Exercise directions: Pull every line containing "Galactic" from the entries.

Given data:
--- START ---

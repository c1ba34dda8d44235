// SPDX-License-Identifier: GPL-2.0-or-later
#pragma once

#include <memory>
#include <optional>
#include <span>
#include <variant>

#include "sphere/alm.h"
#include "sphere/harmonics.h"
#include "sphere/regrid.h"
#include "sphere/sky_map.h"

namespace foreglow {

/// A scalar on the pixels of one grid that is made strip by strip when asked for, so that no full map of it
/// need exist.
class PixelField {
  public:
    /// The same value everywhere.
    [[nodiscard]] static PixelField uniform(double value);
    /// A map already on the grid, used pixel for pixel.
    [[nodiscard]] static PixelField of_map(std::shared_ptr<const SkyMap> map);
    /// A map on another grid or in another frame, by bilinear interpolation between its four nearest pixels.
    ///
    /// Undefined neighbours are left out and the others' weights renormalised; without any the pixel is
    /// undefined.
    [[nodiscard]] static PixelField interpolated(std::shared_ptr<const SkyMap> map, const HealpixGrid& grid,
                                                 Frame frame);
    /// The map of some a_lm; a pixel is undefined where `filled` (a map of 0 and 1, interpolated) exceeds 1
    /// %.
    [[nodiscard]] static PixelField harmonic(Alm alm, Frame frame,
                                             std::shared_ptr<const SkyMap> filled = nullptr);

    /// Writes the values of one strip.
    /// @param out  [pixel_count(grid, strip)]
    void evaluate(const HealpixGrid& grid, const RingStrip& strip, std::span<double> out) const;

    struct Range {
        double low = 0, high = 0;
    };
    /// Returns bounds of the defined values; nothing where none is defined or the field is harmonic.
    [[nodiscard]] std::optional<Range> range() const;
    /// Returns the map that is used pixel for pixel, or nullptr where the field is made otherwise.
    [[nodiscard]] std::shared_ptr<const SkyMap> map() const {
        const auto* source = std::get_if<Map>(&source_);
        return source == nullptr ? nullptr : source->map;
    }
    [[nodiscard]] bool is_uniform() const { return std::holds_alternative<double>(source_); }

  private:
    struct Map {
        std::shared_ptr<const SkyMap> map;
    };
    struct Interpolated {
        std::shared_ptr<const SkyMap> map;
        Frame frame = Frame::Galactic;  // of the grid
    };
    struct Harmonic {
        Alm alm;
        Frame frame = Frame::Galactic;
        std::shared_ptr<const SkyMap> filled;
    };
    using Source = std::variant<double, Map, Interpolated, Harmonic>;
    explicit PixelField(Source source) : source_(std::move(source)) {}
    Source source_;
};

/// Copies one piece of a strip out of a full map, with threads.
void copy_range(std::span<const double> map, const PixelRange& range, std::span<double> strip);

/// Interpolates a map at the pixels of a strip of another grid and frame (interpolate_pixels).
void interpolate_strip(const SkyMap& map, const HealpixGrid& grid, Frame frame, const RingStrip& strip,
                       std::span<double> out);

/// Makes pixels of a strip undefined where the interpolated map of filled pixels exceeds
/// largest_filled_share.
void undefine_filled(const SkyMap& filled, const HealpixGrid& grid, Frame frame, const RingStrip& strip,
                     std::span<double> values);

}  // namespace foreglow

--- END ---

Answer section:
        Frame frame = Frame::Galactic;  // of the grid
        Frame frame = Frame::Galactic;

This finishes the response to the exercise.